To connect 256 servers with Spectrum-4 means all of the machines are one hop away from each other. To connect the same 256 servers with Spectrum-3 switches would require 12X as many switches to make the spine/leaf network and would require an average of three hops between servers over the switch fabric, increasing network latency by a factor of 3X.

Pricing has not been set for the Spectrum-4 chips and switches as yet, but Nvidia will sell complete switches as well as ASICs as Mellanox always did. The rule of thumb on pricing is that for any given generational jump, the bandwidth per port goes up by 2X and the cost per port up by 1.5X to 1.6X. Seeing as though Nvidia is skipping over the 25.6 Tb/sec ASIC generation, that should mean an 800 Gb/sec port should run somewhere around $1,800 to $2,000, which is consistent where 100 Gb/sec ports started out back in 2015 when the 100 Gb/sec wave first started to build. This is also consistent with the fact that 400 Gb/sec ports are running at close to $1,000 right now.

The last big new technology that is coming out with the Spectrum-4 switch from Nvidia is adaptive routing and improved direct memory access between server nodes using the RoCE protocol, which is a riff on the RDMA direct memory access that gives InfiniBand (which Mellanox and now Nvidia champions) such low latency.

The adaptive routing is important, particularly for AI training workloads and distributed databases – places where Mellanox was getting traction with Spectrum ASICs among those who did not want to use InfiniBand.

“We have learned so much about AI and about databases,” explains Deierling. “In the traditional networking model, you have a ton of CPU threads and a ton of sockets that you are connecting to, and you have a ton of flows over the network. And here, you could use static routing such as Equal Cost Mutli-Path, or ECMP, routing. And everything works fine because these are mouse flows and applications really did not need to exchange a lot of data. But with AI and database workloads, they do, and you get these elephant flows, and with elephant flows you need to be a lot more careful. We determine where elephant flows are happening and we make sure that we don’t send too many of them on the same link, and so we achieve optimum bandwidth so these huge workloads can run at scale.”

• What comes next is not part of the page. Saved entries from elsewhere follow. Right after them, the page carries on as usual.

/**
 * Abbreviated designator words, read as the word inside a designator phrase only ("Rep. of
 * Korea", "Fed. Rep. of Germany", "Twp. of Marsh"); elsewhere they stay as written.
 */
export const DESIGNATOR_ABBREVIATIONS: Readonly<Record<string, string>> = table({
  rep: "republic",
  repub: "republic",
  fed: "federal",
  dem: "democratic",
  twp: "township",
  prov: "province",
  terr: "territory",
  boro: "borough",
  dept: "department",
  dist: "district",
});

/** Joiner words skipped when forming an acronym ("Bank of the Delta" -> "bd"). */
export const ACRONYM_SKIP: ReadonlySet<string> = new Set([
  "and",
  "of",
  "the",
  "de",
  "la",
  "du",
  "von",
  "van",
  "for",
  "&",
]);

/**
 * Prefixes of vessel names (steamship, paddle steamer, screw steamer, steam yacht, motor vessel,
 * His/Her Majesty's Ship, Royal Mail Ship...), removed from the key of "other" entities.
 */
export const VESSEL_PREFIXES: ReadonlySet<string> = new Set([
  "ss",
  "ps",
  "ts",
  "tss",
  "sy",
  "mv",
  "ms",
  "hms",
  "hmy",
  "rms",
  "smy",
  "sv",
  "schooner",
  "barque",
  "brig",
  "ketch",
  "barge",
  "steamer",
  "tug",
  "yacht",
]);

/**
 * Words that set a name against another that differs from it by a word of the same kind: a
 * compass point ("Matabeleland South" / "Matabeleland North", "Sud-Est" / "Sud-Ouest"), a level
 * ("Upper" / "Lower", "Haut-Rhin" / "Bas-Rhin", "Alta" / "Baja Verapaz"), a size ("Great" /
 * "Little Ashcombe"), an age ("Old" / "New"), "Inner" / "Outer". Such names are two places or
 * two bodies, never a slip of one for the other. Each word maps to its kind and its value, so that
 * spellings of one value ("Centre", "Central") do not contrast. English and the words English
 * texts carry over from French, Spanish, Portuguese, Italian and German place names (from
 * memory); French "sur" (on) is left out.
 */
export const CONTRASTING_WORDS: Readonly<Record<string, readonly [string, string]>> = (() => {
  const out: Record<string, readonly [string, string]> = {};
  const put = (kind: string, value: string, words: string[]) => {
    for (const w of words) out[w] = [kind, value];
  };
  put("compass", "n", ["north", "northern", "nord", "norte", "norden", "settentrionale"]);
  put("compass", "s", ["south", "southern", "sud", "meridionale"]);
  put("compass", "e", ["east", "eastern", "est", "este", "oriental", "orientale", "ost"]);
  put("compass", "w", ["west", "western", "ouest", "oeste", "occidental", "occidentale"]);
  put("compass", "c", ["central", "centre", "center", "centro", "middle", "mid"]);
  put("compass", "ne", ["northeast", "northeastern"]);
  put("compass", "nw", ["northwest", "northwestern"]);
  put("compass", "se", ["southeast", "southeastern"]);
  put("compass", "sw", ["southwest", "southwestern"]);
  put("level", "upper", ["upper", "haut", "haute", "alta", "alto", "superior", "ober"]);
  put("level", "lower", ["lower", "bas", "basse", "baja", "bajo", "inferior", "unter", "nieder"]);
  put("size", "great", ["great", "greater", "grand", "grande", "big"]);
  put("size", "little", ["little", "lesser", "petit", "petite", "small"]);
  put("age", "old", ["old"]);
  put("age", "new", ["new", "nouveau", "nouvelle", "nuevo", "nueva", "neu", "novo", "nova"]);
  put("ring", "inner", ["inner"]);
  put("ring", "outer", ["outer"]);
  return table(out);
})();

/**
 * What a lone initial stands for before a word written short in a place's name: a compass point,
 * or "New" ("N. Dak." North Dakota, "W. Va." West Virginia, "N. Mex." New Mexico). Common practice
 * of press and postal abbreviations (from memory). Read only beside a word cut off by a period.
 */
export const COMPASS_INITIALS: Readonly<Record<string, readonly string[]>> = table({
  n: ["north", "new"],
  s: ["south"],
  e: ["east"],
  w: ["west"],
});
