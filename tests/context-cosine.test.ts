/**
 * The link-time context cosine (src/score/context.ts: entity norm from the index, merge with the
 * mention's terms) must equal the plain TF-IDF cosine of two full vectors (src/score/tfidf.ts).
 */
import fc from "fast-check";
import { describe, expect, it } from "vitest";
import { contextCosine, termListNorm } from "../src/score/context.js";
import { buildVector, cosine } from "../src/score/tfidf.js";

const idfOf = (t: string) => 1 + (t.charCodeAt(0) % 5) / 2;
const terms: fc.Arbitrary<string[]> = fc.array(
  fc.constantFrom<string>("bar", "pilot", "quay", "grain", "oyster", "ferry", "tug"),
  {
    maxLength: 12,
  },
);

describe("contextCosine", () => {
  it("equals the cosine of the full TF-IDF vectors", () => {
    fc.assert(
      fc.property(terms, terms, (m, e) => {
        const mv = buildVector(m, idfOf);
        const mention = { ...mv, idfs: Float64Array.from(mv.terms, idfOf) };
        const sorted = [...e].sort();
        const shared: string[] = [];
        const c = contextCosine(mention, sorted, termListNorm(sorted, idfOf), shared);
        expect(c).toBeCloseTo(cosine(mv, buildVector(e, idfOf)), 10);
        expect(shared.every((t) => m.includes(t) && e.includes(t))).toBe(true);
      }),
      { seed: 7, numRuns: 300 },
    );
  });
});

Deierling says that this adaptive routing technology was derived from InfiniBand’s own adaptive routing, which it has had since the beginning and which is possible because InfiniBand was “software-defined networking before it was cool,” and is being added to its Ethernet products at the behest of two of the hyperscalers and cloud builders. One of them, we strongly suspect, is Microsoft, which is a big customer for Nvidia InfiniBand, but the other one might be Google.

Here is why we think that. Also new in the Spectrum-4 switch is a feature called ultra accurate timing, which implements the Precision Time Protocol and which is necessary in massive, distributed databases. With the Network Time Protocol, which has been around in networks for 35 years now, the best you can do is on the order of 10 milliseconds down to maybe 1 millisecond of synchronization. Anything that needs to be finer-grained than that requires some other timing mechanism – Google, for instance, uses atomic clocks in its datacenters to synchronize data reads and writes across its Spanner distributed database. With the ultra accurate timing feature in the Spectrum-4 ASIC, dataflows can be stamped with a precision down to tens of nanoseconds, which is sufficient enough to keep track of the order of writes to a database and make sure reads to a section of data are done after the writes are finished.

Such fine-grained, network-based data synchronization is necessary for all of the hyperscalers and cloud builders that use or sell massive scale databases, as well as their customers who are running them on infrastructure or using them as a service from these hyperscalers and cloud builders. But it would be interesting to see if Nvidia can win a networking deal with Google.